_What you are asked to do_. Set down the material exactly as given, please, from its first line through the line that includes "from streamq.engine.scheduler import".
***** Stored data *****
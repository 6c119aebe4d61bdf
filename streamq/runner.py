"""`streamq run`: load, build and run a graph, then print a short summary."""

from __future__ import annotations

import contextlib
import re
import sys
import time
from pathlib import Path

from streamq.chain import Chain
from streamq.engine import checkpoint
from streamq.engine.graph import Graph, load_graph
from streamq.engine.scheduler import RunResult
from streamq.errors import StreamqError

EXIT_OK, EXIT_INTERRUPTED = 0, 130


def default_out_dir(graph: Graph) -> Path:
    safe = re.sub(r"[^A-Za-z0-9_.-]+", "-", graph.name).strip("-.") or "graph"
    return Path("streamq-out") / safe


def prepare_out_dir(out: Path) -> Path:
    try:
        out.mkdir(parents=True, exist_ok=True)
    except OSError as exc:
        raise StreamqError(f"{out}: cannot create the output folder ({exc.strerror or exc})") from None
    probe = out / ".streamq-write-test"
    try:
        probe.write_bytes(b"")
        probe.unlink()
    except OSError as exc:
        raise StreamqError(f"{out}: output folder is not writable ({exc.strerror or exc})") from None
    return out


def speed_text(speed: float) -> str:
    """A speed as a multiple of real time: ``1,234x``, ``42x``, ``0.75x``."""
    if speed == float("inf"):
        return "inf x"
    return f"{speed:,.0f}x" if speed >= 10 else f"{speed:.2g}x"


class Progress:
    """A progress bar (tqdm) showing audio position, speed as a multiple of
    real time and time left. It appears only after two seconds, and not at
    all when quiet or when stderr is not a terminal."""

    def __init__(self, total_frames: int, rate: int, quiet: bool, label: str):
        self.rate = rate
        self.bar = None
        self.t0 = time.perf_counter()
        if quiet or not sys.stderr.isatty():
            return
        from tqdm import tqdm
        self.bar = tqdm(total=round(total_frames / rate, 1), desc=label, delay=2.0, leave=False,
                        unit="s", dynamic_ncols=True,
                        bar_format="{desc}: {percentage:3.0f}%|{bar}| {n:.1f}/{total:.1f} s audio"
                                   "{postfix} [{remaining} left]")

    def __call__(self, done: int, total: int | None) -> None:
        if self.bar is None:
            return
        elapsed = max(time.perf_counter() - self.t0, 1e-9)
        self.bar.set_postfix_str(f"{speed_text(done / self.rate / elapsed)} real time",
                                 refresh=False)
        self.bar.update(round(done / self.rate, 1) - self.bar.n)

    def close(self) -> None:
        if self.bar is not None:
            self.bar.close()


def summary_lines(result: RunResult) -> list[str]:
    rep = result.report
    audio = rep["audio_seconds"]
    speed = audio / result.seconds if result.seconds > 0 else float("inf")
    state = "done" if result.complete else f"stopped early at sample {rep['last_sample']}"
    lines = [f"{rep['graph']}: {state}: {audio:.2f} s of audio in {result.seconds:.2f} s "
             f"({speed_text(speed)} real time); output in {result.out_dir}/"]
    for nid, m in rep.get("meters", {}).items():
        def f(key, fmt="{:.2f}"):
            v = m.get(key)
            return "n/a" if v is None else fmt.format(v)
        lines.append(f"  {nid}: SNR {f('snr_db')} dB, segmental SNR {f('segsnr_db')} dB, "
                     f"{f('bits_per_sample', '{:.3f}')} bits/sample "
                     f"(side info {f('side_info_bits_per_sample', '{:.4f}')}), "
                     f"{m.get('codebook_updates', 0)} codebook updates")
    for nid, o in rep.get("outputs", {}).items():
        if "path" in o:
            lines.append(f"  {nid}: wrote {o['path']} ({o.get('frames', 0)} frames)")
    return lines


def release_memory() -> None:
    """Collect garbage and hand freed heap pages back to the system (glibc's
    ``malloc_trim``; a no-op elsewhere), so that what a finished run freed does
    not add to the peak of what comes next."""
    import ctypes
    import gc
    gc.collect()
    try:
        ctypes.CDLL(None).malloc_trim(0)
    except (OSError, AttributeError):   # not glibc
        pass


def write_report_pages(out_dir: Path, report: dict) -> list[Path]:
    """Plots and report.html after a run (complete or not). A failure here only
    warns: report.json is already on disk and stays as it is."""
    try:
        from streamq.report import write_report_files
        return write_report_files(out_dir, report)
    except Exception as exc:
        msg = " ".join(str(exc).split()) or type(exc).__name__
        print(f"streamq: warning: plots and report.html not written ({msg[:200]})", file=sys.stderr)
        return []


PLOTS_PER_METER = 3


def plot_workers(graph_file) -> "contextlib.AbstractContextManager":
    """The helper processes that will draw an offline run's plots (one per
    core, at most one per plot; see :class:`streamq.report.PlotWorkers`), as
    a context manager. They start before the graph is loaded, so that their
    matplotlib imports overlap the loading and the run; the graph file is only
    glanced at for its meters (``error-meter`` nodes). None for a live graph,
    a graph without meters or a file that does not read: its plots, if any,
    are then drawn in this process, as always."""
    import tomllib
    try:
        with open(graph_file, "rb") as f:
            nodes = tomllib.load(f).get("nodes") or {}
        uses = [n.get("use") for n in nodes.values() if isinstance(n, dict)]
        meters = uses.count("error-meter")
        if not meters or any(isinstance(u, str) and u.startswith("live-") for u in uses):
            return contextlib.nullcontext()
        from streamq.report import PlotWorkers
        return PlotWorkers(PLOTS_PER_METER * meters)
    except Exception:            # no helpers: the plots are drawn here, as always
        return contextlib.nullcontext()


def run_graph_file(args) -> int:
    # the plots' helper processes start first: they load matplotlib while the graph
    # loads and runs
    with plot_workers(args.graph):
        return _run_graph_file(args)


def _run_graph_file(args) -> int:
    graph = load_graph(args.graph, args.overrides, precheck=True)
    live = any(n.live_only for n in graph.nodes.values())
    if not live and getattr(args, "seconds", None) is not None:
        raise StreamqError(f"--seconds {args.seconds:g}: only live runs stop after a time; "
                           f"'{graph.name}' runs offline to the end of its sources (shorten a "
                           f"test-signal with --set NODE.seconds=...)")
    resume = getattr(args, "resume", False)
    if live and resume:
        raise StreamqError(f"--resume: only offline runs resume; '{graph.name}' runs live")
    out = prepare_out_dir(Path(args.out) if args.out else default_out_dir(graph))
    if live:
        from streamq.live.runner import run_live
        return run_live(graph, out, args)
    # an offline run is a chain its file sources drive, run to the end in this thread
    chain = Chain(graph, out, overrides=args.overrides)
    chain.open(resume=resume)
    bar = Progress(chain.length, chain.sample_rate, getattr(args, "quiet", False), graph.name)
    try:
        report = chain.run(block=args.block, progress=bar, handle_signals=True,
                           checkpoint_every=checkpoint.every())
    finally:
        bar.close()
    result = RunResult(report["complete"], report["samples"], chain.wall_seconds, report, out)
    # the nodes' buffers and series are in the files and the report now: let them
    # go before plotting, which is when an hours-long run's memory peaks
    del chain
    release_memory()
    if not getattr(args, "quiet", False) or not result.complete:
        for line in summary_lines(result):
            print(line)
    written = write_report_pages(out, report)
    if written and not getattr(args, "quiet", False):
        print(f"  report: {written[-1]}" if written[-1].suffix == ".html" else
              f"  plots: {len(written)} files")
    if not result.complete:
        print(f"streamq: interrupted at sample {result.samples}; outputs so far are closed and "
              f"valid, report marked incomplete", file=sys.stderr)
        return EXIT_INTERRUPTED
    return EXIT_OK
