"""streamq: design, run and measure audio quantizers on live feeds and recordings.

The pure design math lives in :mod:`streamq.design` and can be used on its own;
the streaming engine lives in :mod:`streamq.engine` and the node kinds in
:mod:`streamq.nodes`; :class:`streamq.Chain` runs a graph in-process, block by
block, inside any host.
"""

__version__ = "0.1.0"

__all__ = ["Chain", "StreamqError", "__version__"]


def __getattr__(name):
    # loaded on first use: `import streamq` stays cheap for the command line
    if name == "Chain":
        from streamq.chain import Chain
        return Chain
    if name == "StreamqError":
        from streamq.errors import StreamqError
        return StreamqError
    raise AttributeError(f"module 'streamq' has no attribute {name!r}")
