def _run(jack, graph, chain, client, run: JackRun, out_dir: Path, args) -> int:
    """Activate, wait for the end (time, Ctrl-C, failure, lost server), report."""
    rate = run.rate
    seconds = getattr(args, "seconds", None)
    meter = _terminal_meter(args)
    interrupted = stalled = False
    problem: StreamqError | None = None      # said after the report
    try:
        with sigterm_interrupts(), realtime_conditions():
            try:
                client.activate()
                try:
                    _connect_all(jack, client, graph, run)
                except StreamqError as exc:
                    problem = exc
                    run.stopped = True
                    run.done.set()
                stalled = wait_for_end(run, meter)   # True: the server stopped calling us
            except KeyboardInterrupt:
                interrupted = True
            stalled = stalled or run.server_gone is not None
            if not stalled:
                try:
                    client.deactivate()
                except jack.JackError:
                    stalled = True
    finally:
        if meter:
            meter.close()
    failed = run.error is not None
    live = {"host": "jack", "client": client.name, "ports": run.port_names(),
            "block": run.periods[0], "periods": list(run.periods),
            "block_ms": 1000.0 * run.block / rate, "xruns": run.xruns,
            "callback_ms": run.timing(), "load": run.load(), "callbacks": run.calls,
            "callback_errors": run.failures,
            "callback_error": None if run.error is None else
            f"{type(run.error).__name__}: {run.error}",
            "worker_errors": worker_errors(chain.built)}
    node = _failed_node(run.error) if failed else None
    if node is not None:
        live["callback_error_node"] = node
    stopped_by = ("failure" if failed else "stalled" if stalled else "error" if problem
                  else "interrupt" if interrupted else "seconds" if seconds else "end")
    try:
        report = chain.close(early=interrupted or stalled or problem is not None, failed=failed,
                             extra={"live": live, "stopped_by": stopped_by})
    except StreamqError as exc:              # e.g. an output that could not be closed
        report, problem = chain.report, problem or exc
    except Exception as exc:                 # a follower node failed at the end
        report = chain.report
        problem = problem or StreamqError(f"live run stopped at sample {run.pos}: "
                                          f"{type(exc).__name__}: {exc}")
    if not stalled:
        try:
            client.close()
        except Exception:
            pass
    if report:
        _after(out_dir, report, args)
        live_summary(graph.name, out_dir, report)
    if failed:
        err = run.error
        where = f"node '{node}'" if node else "the JACK callback"
        msg = err if isinstance(err, StreamqError) else f"{type(err).__name__}: {err}"
        print(f"streamq: {where} failed at sample {run.error_at}: {msg}; the output went "
              f"silent and the run stopped (report.json: complete false)", file=sys.stderr)
    elif problem is not None:
        print(f"streamq: {problem}", file=sys.stderr)
    if stalled:
        why = run.server_gone or "no process callback for a while"
        print(f"streamq: the JACK server went away after {run.pos / rate:.2f} s ({why}); "
              f"the outputs so far are kept", file=sys.stderr)
        sys.stdout.flush()
        sys.stderr.flush()
        os._exit(2)      # libjack cannot be shut down cleanly without its server
    if failed or problem is not None:
        return 2
    return 130 if interrupted else 0
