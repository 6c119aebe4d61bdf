"""The one error type that user-facing code raises for bad input.

A :class:`StreamqError` carries a one-line message that already names the
file, node, field or sample position at fault. The command line prints it as
``streamq: <message>`` and exits with status 2, with no traceback.
"""


class StreamqError(ValueError):
    """Bad input or configuration, reported to the user in one line."""

    exit_code = 2

    def __init__(self, message: str):
        super().__init__(" ".join(str(message).split()))
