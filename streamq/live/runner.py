"""Running a graph on a live device.

One PortAudio stream (duplex when the graph has both a live input and a
live output) drives a :class:`streamq.Chain` opened with ``realtime=True``:
its callback hands the device's buffers to :meth:`Chain.process_into`, which
steps the nodes the monitor output needs on ``block`` frames and writes the
monitor block out; the other nodes (estimators, meters, sinks) follow on a
thread in batches of a few blocks (streamq.live.chain). The callback's step is
O(block) vectorised work (DESIGN.md rule 4): PDF snapshots and codebook
designs go to a worker process through ``ctx.offload`` and come back as
reference swaps, each applied at its due sample (or at the next block if it
came late), with the sample recorded in the CodebookUpdate, so an offline
replay with the recorded events is bit-exact.
"""

from __future__ import annotations

import contextlib
import os
import signal
import sys
import threading
import time
import gc
import multiprocessing
from concurrent.futures import ProcessPoolExecutor, ThreadPoolExecutor
from pathlib import Path

import numpy as np

from streamq.engine.graph import Graph
from streamq.errors import StreamqError

STATUS_FLAGS = ("input_underflow", "input_overflow", "output_underflow", "output_overflow",
                "priming_output")
TIMES = 1 << 16  # callback work times kept (a ring: constant memory)
# the other threads must not hold the interpreter lock long when the callback wants it
SWITCH_INTERVAL = 0.0001
STALL_SECONDS = 3.0  # no audio callback for this long: the device or server is gone


def _device(sd, node, direction: str, channels: int):
    """The device index for a live node (None: PortAudio's default, which must exist)."""
    from streamq.live.devices import resolve_device
    idx = resolve_device(node.config.device, direction, channels, sd=sd,
                         where=f"node '{node.id}', field 'device'")
    if idx is None:
        try:
            default = sd.default.device[0 if direction == "input" else 1]
        except Exception:
            default = -1
        if default is None or default < 0:
            raise StreamqError(f"node '{node.id}': no default {direction} device; name one with "
                               f"field 'device' (see 'streamq devices')")
    return idx
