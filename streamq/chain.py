"""``streamq.Chain``: run a graph in-process, block by block.

A chain is a validated graph whose ``live-input`` nodes are fed by the host
(a Python loop, an audio callback, an audio server client, a media pipeline)
and whose ``live-output`` nodes hand their blocks back::

    import streamq

    with streamq.Chain.load("graphs/live-monitor.toml") as chain:
        for block in blocks:                  # (frames, channels) float32 or float64
            out = chain.process(block)        # float32 (frames, channels)
    print(chain.report["meters"])

The chain never prints, never exits the process, and every thread or process
it starts ends with :meth:`Chain.close`. Every schedule is counted in samples
(rule 1 of the design), so the blocks may have any size and the results do not
depend on how the host cuts them.

A graph without a ``live-input`` is driven by its own sources (file-source,
test-signal): :meth:`Chain.run` runs it to the end in the caller's thread,
exactly as ``streamq run`` does (that command is a thin host of this class),
with checkpoints for ``--resume`` when asked; in an audio callback
(``realtime=True``), :meth:`Chain.process_into` with no input blocks steps
the sources by the callback's frames (a file played to a live-output).

Two ways to run a chain fed by its host, chosen by ``realtime``:

``realtime=False`` (default: a host that can wait, e.g. a loop over a file)
    Every node steps in the caller's thread, in graph order; PDF snapshots and
    codebook designs run in a worker process, and :meth:`process` waits for
    each one before it goes on, so every codebook applies at exactly the
    sample an offline run applies it: decoded samples and report figures
    equal those of ``streamq run`` on the same graph with a ``file-source`` in
    place of the ``live-input``, whatever the block sizes.
``realtime=True`` (an audio callback that must never wait)
    :meth:`process` steps only what the outputs need; estimators, meters and
    sinks follow on a thread; designs arrive from the worker process when they
    are ready and apply at their due sample (``apply_after``) or, if late, at
    the next block (counted in the encoder's ``late_codebooks``).
"""

from __future__ import annotations

import concurrent.futures
import concurrent.futures.process
import time
from pathlib import Path
from typing import Any

import numpy as np

from streamq.errors import StreamqError

#: the most frames one call of :meth:`Chain.process` takes
MAX_FRAMES = 65_536
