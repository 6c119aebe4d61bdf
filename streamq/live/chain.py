"""Splitting a live graph between the audio callback and a follower thread.

The audio callback runs only the nodes the live output needs (the live input,
encoder, decoder and monitor, say) on each device block. Everything else
(estimators, meters, file and index sinks) runs on a follower thread that
takes the callback's packets in batches of a few blocks: every node is
block-size invariant (DESIGN.md rule 1), so stepping it on a batch gives what
stepping it on each block would, and the callback's work stays small and even.
The follower lags the audio by a few milliseconds; an encoder that applies
each design ``apply_after`` its snapshot absorbs that lag. The callback wakes
the follower when a batch is full, so the follower works in the gap after a
callback instead of competing with it for the interpreter lock.
"""

from __future__ import annotations

import collections
import gc
import threading

from streamq.engine.blocks import merge_packets

FOLLOW_EVERY = 0.005   # seconds of audio per follower batch


def _needed_live(built) -> set[str]:
    """The nodes the audio callback must step: the live input, and everything
    the live output reads (through the inputs nodes read in live steps)."""
    from streamq.nodes.live import LiveInput, LiveOutput
    nodes = built.graph.nodes
    todo = [nid for nid, n in nodes.items() if isinstance(n, (LiveInput, LiveOutput))]
    need: set[str] = set()
    todo = todo or list(built.sources)
    while todo:
        nid = todo.pop()
        if nid not in need:
            need.add(nid)
            todo.extend(nodes[nid].live_upstream().values())
    return need


class LiveChain:
    """One live graph, split: :meth:`step` in the audio callback, the rest on a
    follower thread (:meth:`start`, :meth:`stop`)."""

    def __init__(self, built):
        self.built = built
        nodes, order = built.graph.nodes, built.graph.order
        rt = _needed_live(built)
        # (id, node, its inputs dict, reused every block, and where each input comes from)
        self.rt = [(nid, nodes[nid], {}, tuple(nodes[nid].live_upstream().items()))
                   for nid in order if nid in rt]
        self.outs: dict = {}
        self.rest = [(nid, nodes[nid], tuple(nodes[nid].upstream().items()))
                     for nid in order if nid not in rt]
        # the callback's packets the follower reads
        self.feeds = tuple(sorted({ref for _, _, ups in self.rest for _, ref in ups if ref in rt}))
        self.queue: collections.deque = collections.deque()
        self.error: BaseException | None = None
        self.on_error = None          # called (from the follower) when it fails
        self._stop = False
        self._wake = threading.Event()
        self.batch = max(1, int(FOLLOW_EVERY * built.ctx.sample_rate))
        self.queued = 0               # frames queued since the follower was woken
        self._thread: threading.Thread | None = None
        self.followed = 0             # frames the follower has stepped

    # -- the audio callback ---------------------------------------------------
    def step(self, frames: int) -> None:
        """One device block through the callback's nodes; queue what the follower needs."""
        outs = self.outs
        for nid, node, ins, ups in self.rt:
            for f, ref in ups:
                ins[f] = outs[ref]
            outs[nid] = node.step(frames, ins)
        if self.rest:
            self.queue.append((frames, tuple([outs[f] for f in self.feeds])))
            self.queued += frames
            if self.queued >= self.batch:
                self.queued = 0
                self._wake.set()

    # -- the follower thread --------------------------------------------------
    def start(self) -> None:
        if self.rest:
            self._thread = threading.Thread(target=self._follow, name="streamq-follower",
                                            daemon=True)
            self._thread.start()

    def follow_once(self) -> int:
        """Step the follower nodes over everything queued so far; the frames done."""
        q = self.queue
        items = []
        while q:
            items.append(q.popleft())
        if not items:
            return 0
        frames = sum(n for n, _ in items)
        outs = {ref: merge_packets([pk[i] for _, pk in items]) for i, ref in enumerate(self.feeds)}
        for nid, node, ups in self.rest:
            outs[nid] = node.step(frames, {f: outs[ref] for f, ref in ups})
        self.followed += frames
        return frames

    def _follow(self) -> None:
        try:
            batches = 0
            while not self._stop:
                self._wake.wait(0.1)    # (a stalled stream still gets followed)
                self._wake.clear()
                self.follow_once()
                batches += 1
                if not gc.isenabled():
                    # the live runner turns automatic collection off, so that it never
                    # starts inside the audio callback: collect here, between callbacks
                    gc.collect(2 if batches % 12_000 == 0 else 1 if batches % 200 == 0 else 0)
            self.follow_once()
        except BaseException as exc:   # the main thread reports it and stops the run
            self.error = exc
            if self.on_error is not None:
                self.on_error(exc)

    def stop(self) -> None:
        """Step what is still queued and end the thread (after the stream has stopped)."""
        if self._thread is not None:
            self._stop = True
            self._wake.set()
            self._thread.join()
            self._thread = None
        elif self.rest and self.error is None:
            self.follow_once()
*****
_Completed exercise_.
repository 6c119aebe4d61bdf
filename streamq/runner.py
"""`streamq run`: load, build and run a graph, then print a short summary."""

from __future__ import annotations

import contextlib
import re
import sys
import time
from pathlib import Path

from streamq.chain import Chain
from streamq.engine import checkpoint
from streamq.engine.graph import Graph, load_graph
from streamq.engine.scheduler import RunResult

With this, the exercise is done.